A case-history tutorial describing the incorporation of geophysical, petrophysical and geological constraints to generate realistic geological models of the Matheson Study Area, Ontario

The model that is used to explain potential-field data is highly dependent on the constraints applied in the modelling process. Many studies demonstrate the necessity of constraining gravity and magnetic models. However, typically they do not demonstrate the individual enhancements that come as a consequence of integrating each constraint into the geophysical model. In this paper, we show that when there are no constraints, it is possible to find an inverse model that is consistent with gravity data, but the model is unrealistic, as one sedimentary basin is too deep.

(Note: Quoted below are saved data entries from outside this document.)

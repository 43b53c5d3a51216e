import { InputError } from '../errors';

/** Point counts on a regular grid. */
export interface DensityGrid {
  /** counts[iy * nx + ix]: points in column ix (x bin) and row iy (y bin, 0 = lowest y). */
  readonly counts: Uint32Array;
  readonly nx: number;
  readonly ny: number;
  /** Bin i covers [lo + i w, lo + (i + 1) w), the last bin also includes hi. */
  readonly xRange: readonly [number, number];
  readonly yRange: readonly [number, number];
  /** Largest count, for the colour scale. */
  readonly maxCount: number;
  /** Points outside the ranges or with a non-finite coordinate. */
  readonly outside: number;
}

/**
 * Two-dimensional histogram of (x, y) on an nx x ny grid, for plots where points
 * overplot (integer data, large n): each bin is half-open [lo, lo + w) except the last,
 * which includes the upper limit (as R's cut(..., right = FALSE, include.lowest = TRUE)).
 * Ranges default to the finite data's minimum and maximum; a zero-width range is widened
 * by 0.5 on each side. One pass over the points: O(n + nx ny).
 * Throws InputError for arrays of different lengths, grid sizes that are not whole
 * numbers >= 1, or a range whose upper end is not above its lower end.
 * Example: binnedDensity(Float64Array.of(0, 1), Float64Array.of(0, 1), 2, 2).counts =
 * [1, 0, 0, 1].
 */
export function binnedDensity(x: Float64Array, y: Float64Array, nx: number, ny: number, xRange?: readonly [number, number], yRange?: readonly [number, number]): DensityGrid {
  const n = x.length;
  if (y.length !== n) throw new InputError(`density grid: x has ${n} values but y has ${y.length}`);
  for (const [name, v] of [
    ['nx', nx],
    ['ny', ny],
  ] as const) {
    if (!(Number.isInteger(v) && v >= 1)) throw new InputError(`density grid: ${name} must be a whole number >= 1, got ${v}`);
  }
  const xr = xRange ?? finiteRange(x);
  const yr = yRange ?? finiteRange(y);
  for (const [name, r] of [
    ['x', xr],
    ['y', yr],
  ] as const) {
    if (!(Number.isFinite(r[0]) && Number.isFinite(r[1]) && r[1] > r[0])) {
      throw new InputError(`density grid: the ${name} range must be finite with upper > lower, got [${r[0]}, ${r[1]}]`);
    }
  }
  const [x0, x1] = xr;
  const [y0, y1] = yr;
  const xScale = nx / (x1 - x0);
  const yScale = ny / (y1 - y0);
  const counts = new Uint32Array(nx * ny);
  let outside = 0;
  let maxCount = 0;
  for (let i = 0; i < n; i++) {
    const xi = x[i] as number;
    const yi = y[i] as number;
    // Comparisons are false for NaN, so non-finite points land in `outside`.
    if (!(xi >= x0 && xi <= x1 && yi >= y0 && yi <= y1)) {
      outside++;
      continue;
    }
    const ix = Math.min(nx - 1, Math.floor((xi - x0) * xScale));
    const iy = Math.min(ny - 1, Math.floor((yi - y0) * yScale));
    const cell = iy * nx + ix;
    const c = (counts[cell] as number) + 1;
    counts[cell] = c;
    if (c > maxCount) maxCount = c;
  }
  return { counts, nx, ny, xRange: [x0, x1], yRange: [y0, y1], maxCount, outside };
}

/** [min, max] of the finite values, widened by 0.5 each side when they coincide. */
function finiteRange(v: Float64Array): [number, number] {
  let lo = Infinity;
  let hi = -Infinity;
  for (let i = 0; i < v.length; i++) {
    const a = v[i] as number;
    if (!Number.isFinite(a)) continue;
    if (a < lo) lo = a;
    if (a > hi) hi = a;
  }
  if (lo > hi) return [0, 1]; // no finite values: an empty unit grid
  return lo === hi ? [lo - 0.5, hi + 0.5] : [lo, hi];
}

Adding a depth weighting constraint can ensure the depth is correct, but all other features have the same depth, which is unrealistic. Including densities from a density compilation makes the densities at surface realistic, but the dips are all close to vertical and the thicknesses are similar, which is unrealistic. In this case, the inversion is believed to have found a local minimum close to the starting model. Reflection seismic data was used to constrain a two-dimensional (2D) modeling exercise (on multiple profiles) to determine the geometry of one sedimentary sub-basin. These 2D models were then combined to build a realistic three-dimensional (3D) starting model. An inversion from this model fixed the densities of each lithology, but allowed the thicknesses of the layers to vary. The resulting model was realistic, with the dips and thicknesses away from the seismic constraints being consistent with geological expectations. Although the fit to the data was much better than the previous model, it was poorer than hoped. If the densities were then allowed to vary within a realistic range of values, the fit could be improved so that both the fit to the data and the geologic model are realistic.